Excerpted records Block Start
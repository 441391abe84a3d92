"""Tests for the ``schema`` step and the shipped ``schemas/tickets.yaml``.

Reference: pandera's own lazy validation (``SchemaErrors.failure_cases``) run directly
in the test; the step must set aside exactly the rows pandera lists, with the checks
pandera names. Schema files are written into ``tmp_path``.
"""

from __future__ import annotations

import importlib.util
from pathlib import Path

import pandera.polars as pa
import polars as pl
import pytest
from pandera.config import ValidationDepth, config_context
from polars.testing import assert_frame_equal

from prep.config import ConfigError, build
from prep.errors import DataError, PipelineError
from prep.steps.schema import FAILURE_SCHEMA, NAME, OUTPUT_NAME, Config, apply, dump_schema, load_schema

REPO = Path(__file__).resolve().parents[2]


def small_schema() -> pa.DataFrameSchema:
    return pa.DataFrameSchema(
        {
            "row_id": pa.Column(pl.String, unique=True),
            "source_row": pa.Column(pl.Int64, checks=[pa.Check.ge(0)]),
            "body": pa.Column(pl.String, checks=[pa.Check.str_length(5, 40)]),
            "label": pa.Column(pl.String, nullable=True, checks=[pa.Check.str_length(min_value=1)]),
        },
        name="small",
    )


def write_schema(folder: Path, schema: pa.DataFrameSchema, name: str = "small.yaml") -> str:
    (folder / name).write_text(dump_schema(schema), encoding="utf-8")
    return name


def run(table, ctx, **config):
    return apply(table, build(Config, config, "schema"), ctx)


def pandera_failing_rows(schema: pa.DataFrameSchema, table: pl.DataFrame) -> dict[int, set[str]]:
    """Reference: row index -> {"column: check"} straight from pandera's failure cases."""
    try:
        schema.validate(table, lazy=True)
    except pa.errors.SchemaErrors as exc:
        out: dict[int, set[str]] = {}
        for column, check, index in exc.failure_cases.select("column", "check", "index").iter_rows():
            assert index is not None, "the reference expects row-level failures only"
            out.setdefault(index, set()).add(f"{column}: {check}")
        return out
    return {}


def assert_accounted(table: pl.DataFrame, result: pl.DataFrame, ledger: pl.DataFrame) -> None:
    ids = table.get_column("row_id").to_list()
    out_ids = result.get_column("row_id").to_list()
    led_ids = ledger.get_column("row_id").to_list()
    assert sorted(out_ids + led_ids) == sorted(ids)
    assert len(set(out_ids + led_ids)) == len(ids)


BODIES = [
    "Die App stürzt beim Entsperren ab.",     # ok
    "kurz",                                   # too short (4 < 5)
    None,                                     # body not nullable
    "Réclamation: facture en double, merci.",  # ok, non-ASCII
    "x" * 41,                                 # too long
    "",                                       # too short
    "Refund for ride 42 please",              # ok
    "Need help with my account",              # ok
]
LABELS = ["app", "billing", "", None, "damage", "app", "billing", "account"]


@pytest.fixture
def table(make_table):
    return make_table([{"body": b, "label": lab, "secret": "someone@example.com"} for b, lab in zip(BODIES, LABELS)])


def test_failing_rows_match_pandera_and_go_to_the_ledger(table, make_ctx):
    ctx = make_ctx(NAME)
    file = write_schema(ctx.pipeline_dir, small_schema())
    result = run(table, ctx, file=file, max_failure_share=0.8)

    # Reference: pandera's failure cases, computed here directly.
    expected_rows = pandera_failing_rows(small_schema(), table)
    assert sorted(expected_rows) == [1, 2, 4, 5]
    assert_frame_equal(result, table.filter(~pl.int_range(pl.len()).is_in(list(expected_rows))))

    ledger = ctx.ledger.frame()
    assert ledger.get_column("row_id").to_list() == [f"t:{i}" for i in sorted(expected_rows)]
    assert set(ledger.get_column("reason").to_list()) == {"schema"}
    assert ledger.get_column("detail").to_list() == [
        "; ".join(sorted(expected_rows[i])) for i in sorted(expected_rows)
    ]
    # The check names as pandera prints them, e.g. for the short body.
    assert ledger.get_column("detail").to_list()[0] == "body: str_length(5, 40)"
    assert "body: not_nullable" in ledger.get_column("detail").to_list()[1]
    assert ctx.facts["rows_failed"] == 4 and ctx.facts["rows_checked"] == 8
    assert_accounted(table, result, ledger)


def test_ledger_detail_and_failure_output_hold_no_values(table, make_ctx):
    ctx = make_ctx(NAME)
    file = write_schema(ctx.pipeline_dir, small_schema())
    run(table, ctx, file=file, max_failure_share=0.8)
    failures = ctx.outputs[OUTPUT_NAME]
    assert failures.schema == pl.Schema(FAILURE_SCHEMA)
    text = failures.write_csv() + ctx.ledger.frame().write_csv()
    for value in ("kurz", "x" * 41, "Die App", "example.com"):
        assert value not in text
    # One failure-case row per (row, column, check), in table order; reference: pandera.
    reference = pandera_failing_rows(small_schema(), table)
    expected = sorted((f"t:{i}", what) for i, whats in reference.items() for what in whats)
    got = [(r, f"{c}: {k}") for r, c, k in failures.select("row_id", "column", "check").iter_rows()]
    assert got == expected


def test_two_failures_on_one_row_are_both_named(make_table, make_ctx):
    table = make_table([{"body": "tiny", "label": ""}, {"body": "long enough", "label": "ok"}])
    ctx = make_ctx(NAME)
    file = write_schema(ctx.pipeline_dir, small_schema())
    run(table, ctx, file=file, max_failure_share=1.0)
    assert ctx.ledger.frame().get_column("detail").to_list() == [
        "body: str_length(5, 40); label: str_length(1, None)"
    ]


def test_duplicate_row_ids_fail_uniqueness(make_table, make_ctx):
    table = make_table([{"body": "fine body"}] * 3).with_columns(
        pl.Series("row_id", ["a", "b", "a"]), pl.lit("x").alias("label")
    )
    ctx = make_ctx(NAME)
    file = write_schema(ctx.pipeline_dir, small_schema())
    result = run(table, ctx, file=file, max_failure_share=1.0)
    # pandera reports every copy of a duplicated value (reference: its failure cases).
    assert sorted(pandera_failing_rows(small_schema(), table)) == [0, 2]
    assert result.get_column("source_row").to_list() == [1]


@pytest.mark.parametrize(("share", "raises"), [(0.5, False), (0.49, True)])
def test_share_threshold(table, make_ctx, share, raises):
    # 4 of 8 rows fail: 50% is allowed by 0.5 (not above), refused by 0.49.
    ctx = make_ctx(NAME)
    file = write_schema(ctx.pipeline_dir, small_schema())
    if not raises:
        assert run(table, ctx, file=file, max_failure_share=share).height == 4
        return
    with pytest.raises(DataError) as err:
        run(table, ctx, file=file, max_failure_share=share)
    assert str(err.value).startswith(
        "The schema check failed for 4 of 8 rows (50.0%), above the allowed 49.0%. "
        "Failure cases are in schema_failures.parquet."
    )
    assert len(ctx.ledger) == 0
    reference = pandera_failing_rows(small_schema(), table)
    assert ctx.outputs[OUTPUT_NAME].height == sum(len(v) for v in reference.values())

def test_share_message_uses_thousands_separators(make_table, make_ctx):
    table = make_table([{"body": "tiny" if i % 7 == 0 else "long enough", "label": "a"} for i in range(2950)])
    ctx = make_ctx(NAME)
    file = write_schema(ctx.pipeline_dir, small_schema())
    with pytest.raises(DataError, match=r"failed for 422 of 2,950 rows \(14\.3%\), above the allowed 5\.0%"):
        run(table, ctx, file=file)


@pytest.mark.parametrize(
    ("change", "column"),
    [
        (lambda t: t.drop("body"), "body"),                                  # a column is missing
        (lambda t: t.with_columns(pl.col("source_row").cast(pl.String)), "source_row"),  # wrong dtype
    ],
)
def test_schema_level_failure_raises_naming_file_and_column(table, make_ctx, change, column):
    ctx = make_ctx(NAME)
    file = write_schema(ctx.pipeline_dir, small_schema())
    with pytest.raises(DataError) as err:
        run(change(table), ctx, file=file, max_failure_share=1.0)
    message = str(err.value)
    assert "small.yaml" in message and f"`{column}`" in message
    assert "example.com" not in message
    assert len(ctx.ledger) == 0


def test_validation_is_forced_to_full_depth(table, make_ctx):
    ctx = make_ctx(NAME)
    file = write_schema(ctx.pipeline_dir, small_schema())
    with config_context(validation_depth=ValidationDepth.SCHEMA_ONLY):
        run(table, ctx, file=file, max_failure_share=1.0)
    assert len(ctx.ledger) == 4


def test_schema_file_errors(table, make_ctx):
    ctx = make_ctx(NAME)
    with pytest.raises(PipelineError, match="does not exist"):
        run(table, ctx, file="nope.yaml")
    (ctx.pipeline_dir / "bad.yaml").write_text("columns: [unclosed\n", encoding="utf-8")
    with pytest.raises(PipelineError, match="not valid YAML"):
        run(table, ctx, file="bad.yaml")
    (ctx.pipeline_dir / "pandas.yaml").write_text("schema_type: dataframe\ncolumns: {}\n", encoding="utf-8")
    with pytest.raises(PipelineError, match="not a pandera polars schema"):
        run(table, ctx, file="pandas.yaml")


def test_path_is_relative_to_the_pipeline_dir(table, make_ctx, tmp_path):
    (tmp_path / "schemas").mkdir()
    write_schema(tmp_path / "schemas", small_schema())
    (tmp_path / "demo").mkdir()
    ctx = make_ctx(NAME)
    # Set after creation: make_ctx(..., pipeline_dir=...) collides with the fixture's own
    # pipeline_dir argument (reported to the conftest's author).
    ctx.pipeline_dir = tmp_path / "demo"
    run(table, ctx, file="../schemas/small.yaml", max_failure_share=1.0)
    assert ctx.facts["file"] == "../schemas/small.yaml"


def test_yaml_round_trip_keeps_the_schema(tmp_path):
    # Reference: the pandera schema object itself; a changed schema must compare unequal,
    # so the equality below can fail.
    path = tmp_path / "s.yaml"
    path.write_text(dump_schema(small_schema()), encoding="utf-8")
    loaded = load_schema(path, shown_as="s.yaml")
    assert loaded == small_schema()
    changed = small_schema().update_column("body", checks=[pa.Check.str_length(5, 41)])
    assert loaded != changed


def test_config_checks():
    assert build(Config, {"file": "s.yaml"}, "x") == Config(file="s.yaml", max_failure_share=0.05)
    with pytest.raises(ConfigError):
        build(Config, {}, "x")
    for bad in (-0.1, 1.5):
        with pytest.raises(ConfigError) as err:
            build(Config, {"file": "s.yaml", "max_failure_share": bad}, "steps[2].schema")
        assert err.value.path == "steps[2].schema.max_failure_share"


# ---------------------------------------------------------------------------------------
# The shipped schemas/tickets.yaml
# ---------------------------------------------------------------------------------------

def _generator():
    spec = importlib.util.spec_from_file_location("make_tickets_schema", REPO / "schemas" / "make_tickets_schema.py")
    module = importlib.util.module_from_spec(spec)
    spec.loader.exec_module(module)
    return module


def test_tickets_yaml_is_the_generated_file():
    gen = _generator()
    committed = (REPO / "schemas" / "tickets.yaml").read_text(encoding="utf-8")
    assert committed == gen.HEADER + dump_schema(gen.tickets_schema())
    assert load_schema(REPO / "schemas" / "tickets.yaml", shown_as="tickets.yaml") == gen.tickets_schema()


def test_tickets_schema_on_a_canonical_table(make_table, make_ctx):
    rows = [
        {"ticket_id": "D-1", "title": "Dock 7 won't release", "body": "The bike is stuck.", "label": "dock",
         "opened": "2025-03-04 10:22"},
        {"ticket_id": None, "title": None, "body": "Cobro doble en mi tarjeta.", "label": "billing", "opened": None},
        {"ticket_id": "D-3", "title": "Leer", "body": "", "label": "app", "opened": None},        # empty body
        {"ticket_id": "D-4", "title": "x", "body": "Hallo", "label": None, "opened": None},        # no label
    ]
    table = make_table(rows)   # no customer/channel: optional columns
    ctx = make_ctx(NAME)
    ctx.pipeline_dir = REPO   # see test_path_is_relative_to_the_pipeline_dir
    result = run(table, ctx, file="schemas/tickets.yaml", max_failure_share=0.5)
    assert result.get_column("row_id").to_list() == ["t:0", "t:1"]
    assert ctx.ledger.frame().get_column("detail").to_list() == [
        "body: str_length(1, 20000)",
        "label: not_nullable",
    ]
Excerpted records Block End
> [Aim of the exercise] Using the data above, reproduce exactly the lines from the line that contains "App stürzt beim" through the line that contains "for ride 42", including both.

> [Answer section]
    "Die App stürzt beim Entsperren ab.",     # ok
    "kurz",                                   # too short (4 < 5)
    None,                                     # body not nullable
    "Réclamation: facture en double, merci.",  # ok, non-ASCII
    "x" * 41,                                 # too long
    "",                                       # too short
    "Refund for ride 42 please",              # ok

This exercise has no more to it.